Have a look on the history of just Flash 10 since 2009 December: http://www.filehippo.com/download_flashplayer_ie/history/
 
@Det
Read the first paragraph: "Adobe claims this addition will boost Flash's ability to render 2D and 3D games by one thousand times, enabling "console-quality games.""

one thousand = 1000
 
Det said:
Jibberish18 said:
It makes you wonder why they've fallen behind for all these years? I'd say it's a classic case of "Male Lion". What I mean is, when you're the king of the jungle, you do whatever you want and that includes sitting back lazily why other predators might be creeping up on your domain. This is what I think happened here. HTML5 is coming up fast and strong with huge players like Microsoft and Google and NOW all of the sudden Flash is claiming 10-1000x performance? Where the hell have you been for all of these years?
That was a really weird post, but they never claimed 10-1000x better performance. Only 2-10x (and that was on some friggin' 10 years old XP).

And obviously the open source HTML5 Canvas can develop much faster than the closed source Adobe Flash, whether they were "sitting back lazily" or not. And I really don't think they have been... or did you just miss every Flash release in the last years?

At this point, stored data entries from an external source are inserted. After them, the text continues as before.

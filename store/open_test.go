package store

import (
	"bytes"
	"context"
	"database/sql"
	"errors"
	"fmt"
	"os"
	"path/filepath"
	"strings"
	"testing"
	"time"
)

// execOn runs SQL on a file by the bare driver, as another program would.
func execOn(t testing.TB, path string, script string) error {
	t.Helper()
	db, err := sql.Open("sqlite", path)
	if err != nil {
		t.Fatal(err)
	}
	defer db.Close()
	_, err = db.ExecContext(t.Context(), script)
	return err
}

func TestOpenRefusesAndLeavesAlone(t *testing.T) {
	whole := func(t *testing.T, path string) {
		lb, err := Open(t.Context(), path)
		if err != nil {
			t.Fatal(err)
		}
		if _, err := lb.AddAll(t.Context(), many(200), nil); err != nil {
			t.Fatal(err)
		}
		if err := lb.Close(); err != nil {
			t.Fatal(err)
		}
	}
	change := func(t *testing.T, path string, edit func([]byte) []byte) {
		data, err := os.ReadFile(path)
		if err != nil {
			t.Fatal(err)
		}
		if err := os.WriteFile(path, edit(data), 0o644); err != nil {
			t.Fatal(err)
		}
	}
	for _, c := range []struct {
		name string
		make func(t *testing.T, path string)
		kind error
		says string
	}{
		{"a text file", func(t *testing.T, path string) {
			put(t, path, []byte(strings.Repeat("board,revision,network\n", 400)))
		}, ErrStranger, "not an SQLite file"},
		{"a short text file", func(t *testing.T, path string) { put(t, path, []byte("hello\n")) }, ErrStranger, "not an SQLite file"},
		{"another program's database", func(t *testing.T, path string) {
			if err := execOn(t, path, "CREATE TABLE recipe (id, name)"); err != nil {
				t.Fatal(err)
			}
		}, ErrStranger, "another program's SQLite database"},
		{"another program's marked database in WAL mode", func(t *testing.T, path string) {
			if err := execOn(t, path, "PRAGMA journal_mode=WAL; PRAGMA application_id=0x1234; CREATE TABLE trial (id)"); err != nil {
				t.Fatal(err)
			}
		}, ErrStranger, "application id 0x1234"},
		{"from a newer version", func(t *testing.T, path string) {
			whole(t, path)
			if err := execOn(t, path, "PRAGMA user_version=7"); err != nil {
				t.Fatal(err)
			}
		}, ErrNewer, "use a ringbook that knows schema 7"},
		{"cut short", func(t *testing.T, path string) {
			whole(t, path)
			change(t, path, func(b []byte) []byte { return b[:len(b)/2] })
		}, ErrDamaged, "damaged"},
		{"its schema overwritten", func(t *testing.T, path string) {
			whole(t, path)
			change(t, path, func(b []byte) []byte { copy(b[100:4096], bytes.Repeat([]byte{0xA5}, 3996)); return b })
		}, ErrDamaged, "damaged"},
		{"a folder", func(t *testing.T, path string) {
			if err := os.Mkdir(path, 0o755); err != nil {
				t.Fatal(err)
			}
		}, ErrStranger, "it is a folder"},
	} {
		t.Run(c.name, func(t *testing.T) {
			dir := t.TempDir()
			path := filepath.Join(dir, "mine.db")
			c.make(t, path)
			old := time.Date(2020, 1, 2, 3, 4, 5, 0, time.UTC)
			if err := os.Chtimes(path, old, old); err != nil {
				t.Fatal(err)
			}
			before, _ := os.ReadFile(path)
			for _, open := range []func(context.Context, string) (*Logbook, error){Open, OpenReadOnly} {
				lb, err := open(t.Context(), path)
				if err == nil {
					lb.Close()
					t.Fatal("opened")
				}
				if !errors.Is(err, c.kind) || !strings.Contains(err.Error(), c.says) || !strings.Contains(err.Error(), path) {
					t.Errorf("error %q; want kind %q, the path, and %q", err, c.kind, c.says)
				}
				if strings.Contains(err.Error(), "\n") {
					t.Errorf("error of several lines: %q", err)
				}
			}
			after, _ := os.ReadFile(path)
			info, err := os.Stat(path)
			if err != nil {
				t.Fatal(err)
			}
			if !bytes.Equal(before, after) || !info.ModTime().Equal(old) {
				t.Errorf("the file was touched: %d bytes before, %d after, modified %v", len(before), len(after), info.ModTime())
			}
			if names, _ := filepath.Glob(filepath.Join(dir, "*")); len(names) != 1 {
				t.Errorf("left beside it: %v", names)
			}
		})
	}
}

// A file whose header could not be read while another program wrote is looked at again once it is open.
func TestStrangerSeenOnceOpen(t *testing.T) {
	path := filepath.Join(t.TempDir(), "mine.db")
	if err := execOn(t, path, "PRAGMA application_id=0x1234; PRAGMA user_version=2; CREATE TABLE trial (id)"); err != nil {
		t.Fatal(err)
	}
	lb, err := openToRead(t.Context(), path, "mode=rw")
	if err == nil {
		lb.Close()
	}
	if !errors.Is(err, ErrStranger) || !strings.Contains(err.Error(), "0x1234") {
		t.Errorf("another program's file, opened to read: %v", err)
	}
}

func put(t *testing.T, path string, data []byte) {
	t.Helper()
	if err := os.WriteFile(path, data, 0o644); err != nil {
		t.Fatal(err)
	}
}

func TestOpenWhereThereIsNothing(t *testing.T) {
	dir := t.TempDir()
	if _, err := OpenReadOnly(t.Context(), filepath.Join(dir, "a.db")); !errors.Is(err, ErrMissing) {
		t.Errorf("read-only: %v", err)
	}
	if _, err := Open(t.Context(), filepath.Join(dir, "no", "a.db")); !errors.Is(err, ErrMissing) || !strings.Contains(err.Error(), "folder") {
		t.Errorf("no folder: %v", err)
	}
	if _, err := Open(t.Context(), ""); !errors.Is(err, ErrMissing) {
		t.Errorf("no name: %v", err)
	}
	empty := filepath.Join(dir, "an empty file, größe 0 % ?x=1#.db")
	if err := os.WriteFile(empty, nil, 0o644); err != nil {
		t.Fatal(err)
	}
	lb, err := Open(t.Context(), empty)
	if err != nil {
		t.Fatal(err)
	}
	mustAdd(t, lb, example())
	if err := lb.Close(); err != nil {
		t.Fatal(err)
	}
	if names, _ := os.ReadDir(dir); len(names) != 1 || names[0].Name() != filepath.Base(empty) {
		t.Errorf("files %v; want the logbook alone", names)
	}
}

func TestSettingsOfEveryConnection(t *testing.T) {
	lb := openTemp(t)
	var held []*sql.Conn
	for range 3 {
		conn, err := lb.db.Conn(t.Context())
		if err != nil {
			t.Fatal(err)
		}
		held = append(held, conn)
		for pragma, want := range map[string]string{
			"journal_mode": "wal", "synchronous": "2", "foreign_keys": "1", "busy_timeout": "10000", "recursive_triggers": "1",
			"application_id": fmt.Sprint(applicationID), "user_version": "4",
		} {
			var got string
			if err := conn.QueryRowContext(t.Context(), "PRAGMA "+pragma).Scan(&got); err != nil || got != want {
				t.Errorf("%s = %s, %v; want %s", pragma, got, err, want)
			}
		}
	}
	for _, conn := range held {
		conn.Close()
	}
}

Have a look on the history of just Flash 10 since 2009 December: http://www.filehippo.com/download_flashplayer_ie/history/

First off they DID claim 1000 X (As one of the Guest's has already said). Second off, what do the number of Flash releases matter? Show me all of the major changes these Flash release have made and THEN I'll give you AND them credit. Why don't YOU look at the history and check out, for example, some of the security issues they've had and how long it took them to patch them. From what I remember, in terms of performance, Version 10 of Flash Player was the first version that really mentioned good performance boosts. Like I said, to me it seems like Adobe has been...let's call it "lax" when it comes to their most popular product. And this is a huge company we're talking about.